On the external drives, which I manually mirror, I keep straight-out-of-the camera images in one directory tree and post processed images in another. I can shoot anywhere from 500-2,000 images per event. Admittedly, when lighting is reliably even (particularly in color), I shoot JPG. But, as things get moe challenging light-wise, more likely to need post work, or more important, I'll shoot RAW. 25 MB RAW images add up in a hurry. Those 1.5 TB drives have nearly 1 TB of photos.

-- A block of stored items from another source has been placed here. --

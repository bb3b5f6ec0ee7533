//! Contour maps: which factors are drawn, the picture's size and content, and the
//! picture's place in the written workbook.

use super::*;
use engine::analysis::surface::{analyse_surface, SurfaceData, SurfaceOptions};

/// A rotatable central composite plan in `k` factors (coded), with four centre runs.
fn composite(k: usize) -> Vec<Vec<f64>> {
    let alpha = (f64::from(1u32 << k)).powf(0.25);
    let mut runs = Vec::new();
    for corner in 0..1usize << k {
        runs.push(
            (0..k)
                .map(|bit| if corner >> bit & 1 == 1 { 1.0 } else { -1.0 })
                .collect(),
        );
    }
    for factor in 0..k {
        for sign in [-1.0, 1.0] {
            let mut run = vec![0.0; k];
            run[factor] = sign * alpha;
            runs.push(run);
        }
    }
    runs.extend(std::iter::repeat_n(vec![0.0; k], 4));
    runs
}

/// The invented response at coded settings `x`, run number `index`.
fn truth(x: &[f64], index: usize) -> f64 {
    let third = if x.len() > 2 {
        1.5 * x[2] - 0.8 * x[2] * x[2]
    } else {
        0.0
    };
    80.0 + 3.0 * x[0] + 2.0 * x[1] - 4.0 * x[0] * x[0] - 3.0 * x[1] * x[1]
        + 1.5 * x[0] * x[1]
        + third
        + 0.05 * (index as f64 * 1.7).sin()
}

/// The value of run `index` of the three-factor plan.
fn value_of(index: usize) -> f64 {
    truth(&composite(3)[index], index)
}

/// Invented scenario: `k` factors, the first two with a maximum near the centre, the
/// third weaker, the rest without effect; small fixed noise (a sine of the run number).
fn outcome(k: usize) -> SurfaceOutcome {
    let coded = composite(k);
    let names: Vec<String> = ["Temperature", "Time", "Pressure", "Speed", "Feed", "Depth", "Flow"][..k]
        .iter()
        .map(|name| name.to_string())
        .collect();
    let coding: Vec<(f64, f64)> = (0..k)
        .map(|index| (100.0 + 50.0 * index as f64, 10.0 + index as f64))
        .collect();
    let settings = coded
        .iter()
        .map(|run| {
            run.iter()
                .zip(&coding)
                .map(|(x, (centre, half))| centre + x * half)
                .collect()
        })
        .collect();
    let values = coded.iter().enumerate().map(|(index, x)| truth(x, index)).collect();
    let data = SurfaceData {
        factor_names: names,
        coding,
        settings,
        blocks: Vec::new(),
        values,
    };
    analyse_surface(
        &data,
        &SurfaceOptions {
            confidence: 0.95,
            direction: Some(engine::options::Direction::HigherIsBetter),
        },
    )
    .expect("fit")
}

fn decode(png_bytes: &[u8]) -> (u32, u32, Vec<u8>) {
    let decoder = png::Decoder::new(std::io::Cursor::new(png_bytes));
    let mut reader = decoder.read_info().expect("a PNG header");
    let mut buffer = vec![0; reader.output_buffer_size().expect("size")];
    let info = reader.next_frame(&mut buffer).expect("a frame");
    buffer.truncate(info.buffer_size());
    (info.width, info.height, buffer)
}

#[test]
fn the_factors_with_significant_terms_are_chosen_strongest_first() {
    let fit = outcome(5);
    let choice = important_factors(&fit, 0.05);
    // Temperature, Time and Pressure have real terms; Speed and Feed none (their terms'
    // p-values are those of noise; the noise is 0.05 against effects of 1 and more).
    assert_eq!(&choice.factors[..3], &[0, 1, 2], "{}", choice.reason);
    assert!(choice.factors.len() <= MOST_FACTORS);
    assert!(
        choice.reason.contains("Temperature, Time, Pressure"),
        "{}",
        choice.reason
    );
}

#[test]
fn the_picture_decodes_at_its_size_with_bands_lines_and_runs() {
    let fit = outcome(3);
    let held = fit.recommended.as_ref().expect("recommended").coded.clone();
    let picture = draw_pair(&fit, "Yield", Some("%"), 0, 1, &held, "the recommended settings");
    // Set TRIALYST_MAPS_OUT to a folder to keep the picture and the workbook for a look.
    if let Some(folder) = std::env::var_os("TRIALYST_MAPS_OUT") {
        std::fs::write(std::path::Path::new(&folder).join("map.png"), &picture.png).expect("kept");
    }
    let (width, height, pixels) = decode(&picture.png);
    assert_eq!(
        (width, height),
        (
            (f64::from(SHOWN.0) * RESOLUTION) as u32,
            (f64::from(SHOWN.1) * RESOLUTION) as u32
        )
    );
    assert_eq!(picture.size, SHOWN);
    assert_eq!(pixels.len(), (width * height * 3) as usize);
    // The bands: at least six colours, each filling a large area (plus the white ground).
    let mut counts: std::collections::HashMap<[u8; 3], usize> = std::collections::HashMap::new();
    for pixel in pixels.chunks(3) {
        *counts.entry([pixel[0], pixel[1], pixel[2]]).or_insert(0) += 1;
    }
    let large = counts
        .iter()
        .filter(|(colour, count)| **count > 2_000 && **colour != [255, 255, 255])
        .count();
    assert!(large >= 6, "{large} band colours");
    // Black pixels: lines, text and marks.
    let black = pixels.chunks(3).filter(|pixel| pixel.iter().all(|c| *c < 30)).count();
    assert!(black > 5_000, "{black} black pixels");
    assert!(picture.description.contains("Temperature (across) and Time (up)"));
}

/// A three-factor central composite trial (the runs and values of [`outcome`]) written
/// as a workbook and analysed through the service.
fn analysed_trial() -> crate::WorkbookResults {
    use workbook_io::write::{Book, Look, Sheet, Value};
    let folder = tempfile::tempdir().expect("a temporary folder");
    let source = folder.path().join("moulding trial.xlsx");
    let fit = outcome(3);
    let mut runs = Sheet::new("Runs");
    for (col, name) in ["Temperature (C)", "Time (s)", "Pressure (bar)", "Yield (%)"]
        .iter()
        .enumerate()
    {
        runs.put(0, col as u16, Value::text(*name), Look::ColumnHeader);
    }
    for (index, setting) in fit.run_settings().iter().enumerate() {
        let row = index as u32 + 1;
        for (col, value) in setting.iter().enumerate() {
            runs.put(row, col as u16, Value::number(*value), Look::Plain);
        }
        runs.put(row, 3, Value::number(value_of(index)), Look::Plain);
    }
    workbook_io::write::write_book(&Book { sheets: vec![runs] }, &source).expect("written");
    crate::analyse_workbook(&source, &crate::AnalysisRequest::default()).expect("analysed")
}

#[test]
fn the_maps_go_on_their_own_sheet_and_into_the_written_file() {
    use std::io::Read;
    let results = analysed_trial();
    let book = crate::report::build_results_book(&results);
    let sheet = book
        .sheets
        .iter()
        .position(|sheet| sheet.name == CONTOUR_SHEET)
        .expect("the maps sheet");
    // Three important factors: three pairs, three pictures, each on its own page and
    // below every cell of the sheet's notes.
    let maps = &book.sheets[sheet];
    assert_eq!(maps.pictures.len(), 3);
    let last_note = maps.cells.iter().map(|cell| cell.row).max().unwrap_or(0);
    for picture in &maps.pictures {
        assert!(maps.page_breaks.contains(&(picture.anchor.0 - 2)));
        let covered = picture.anchor.0..picture.anchor.0 + PICTURE_ROWS;
        assert!(
            maps.cells.iter().all(|cell| !covered.contains(&cell.row)),
            "a cell under a picture"
        );
    }
    assert!(last_note > 0);
    // The note counts the maps in words ("3 maps", "1 map") and says what each holds.
    let notes = format!("{:?}", maps.cells);
    assert!(notes.contains(": 3 maps. ") && !notes.contains("1 maps"), "{notes}");
    let started = std::time::Instant::now();
    let bytes = workbook_io::write::to_bytes(&book, std::path::Path::new("maps.results.xlsx")).expect("written");
    let elapsed = started.elapsed();
    if let Some(folder) = std::env::var_os("TRIALYST_MAPS_OUT") {
        std::fs::write(std::path::Path::new(&folder).join("maps.results.xlsx"), &bytes).expect("kept");
    }
    let mut archive = zip::ZipArchive::new(std::io::Cursor::new(bytes)).expect("a zip");
    let media: Vec<String> = archive
        .file_names()
        .filter_map(Result::ok)
        .filter(|name| name.starts_with("xl/media/") && name.ends_with(".png"))
        .map(|name| name.to_string())
        .collect();
    assert_eq!(media.len(), 3, "{media:?}");
    // The sheet's relations point at a drawing whose relations hold the images.
    let sheet_file = format!("xl/worksheets/_rels/sheet{}.xml.rels", sheet + 1);
    let mut relations = String::new();
    archive
        .by_name(&sheet_file)
        .expect("the sheet's relations")
        .read_to_string(&mut relations)
        .expect("text");
    assert!(relations.contains("relationships/drawing"), "{relations}");
    let drawing = relations
        .split("Target=\"../drawings/")
        .nth(1)
        .and_then(|rest| rest.split('"').next())
        .expect("a drawing target")
        .to_string();
    let mut drawing_relations = String::new();
    archive
        .by_name(&format!("xl/drawings/_rels/{drawing}.rels"))
        .expect("the drawing's relations")
        .read_to_string(&mut drawing_relations)
        .expect("text");
    assert_eq!(
        drawing_relations.matches("relationships/image").count(),
        3,
        "{drawing_relations}"
    );
    let mut first_png = Vec::new();
    archive
        .by_name(&media[0])
        .expect("an image")
        .read_to_end(&mut first_png)
        .expect("bytes");
    let (width, height, _) = decode(&first_png);
    assert_eq!(
        (width, height),
        (
            (f64::from(SHOWN.0) * RESOLUTION) as u32,
            (f64::from(SHOWN.1) * RESOLUTION) as u32
        )
    );
    // Writing is quick even in a debug build (the pictures are drawn before, in the book).
    assert!(elapsed.as_secs_f64() < 2.0, "{elapsed:?}");
}

/// The write cost for a seven-factor surface: at most six maps (four factors), drawn
/// and encoded in well under a second even in this test profile.
#[test]
fn seven_factors_give_at_most_six_maps_quickly() {
    let fit = outcome(7);
    let choice = important_factors(&fit, 0.05);
    assert!(choice.factors.len() <= MOST_FACTORS, "{}", choice.reason);
    let held = vec![0.0; 7];
    let started = std::time::Instant::now();
    let mut bytes = 0;
    for (at, first) in choice.factors.iter().enumerate() {
        for second in &choice.factors[at + 1..] {
            bytes += draw_pair(&fit, "Yield", None, *first, *second, &held, "the centre of the plan")
                .png
                .len();
        }
    }
    let elapsed = started.elapsed();
    assert!(
        elapsed.as_secs_f64() < 1.5,
        "{} factors, {bytes} bytes of PNG in {elapsed:?}",
        choice.factors.len()
    );
}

So, as I contemplate another set of 1-2 TB drives, how do you store and archive your images?


----------



## brad goda (Feb 16, 2013)

since 2003 went digital storing all archives on DVD
by 2008 we hit DVD archive 849... and called it quits to archiving to DVD...
shoots are labeled by date then job/event... within folders contain raw proofs selected raws duplicated and final folder containing 16bit TIFF and then duplicated sized jpegs after post.
with amount of files per job/event all work is now saved on 1TB removable HD...
as the jobs/events are completed/delivered they are placed into year/months archive folders...
screen capture the files and placed in archive file for reff in admin computer..
as the archive folder fills to 85% full its pulled and set aside as archive only... we use wiebe RTX drive housing and their drive storage boxes... sata drives are now like video cassettes that are stored in water proof case stored in steel storage cabinet.
Ive kept to 1TB just for thinking that thats enough stuff on one drive... so far all is good.
for DVDs we NEVER placed stickers and only used archival pen to mark clear center area with DVDs number... all stored in tyvek in archival DVD storage boxes... the best DVDs were used and still used... preferring the printable type with heavy white printable surface... in the past ive bought cheap DVD and regretted scratching not the bottom but the top of the DVD on insertion... the thin layer which contains the data on the metallic layer rips and flakes off... scarry.. never again.
good luck hope my example leads you to your own system.
Brad


----------



## florianbieler.de (Feb 16, 2013)

On my hard drive and backed up on an external drive. Maybe I should also sync them with my laptop for a third instance just in case everything goes south.


----------



## brad goda (Feb 16, 2013)

oops I failed to mention...
system drive contains OS and software...
all image folders are on second internal drive or outboard RTF drive...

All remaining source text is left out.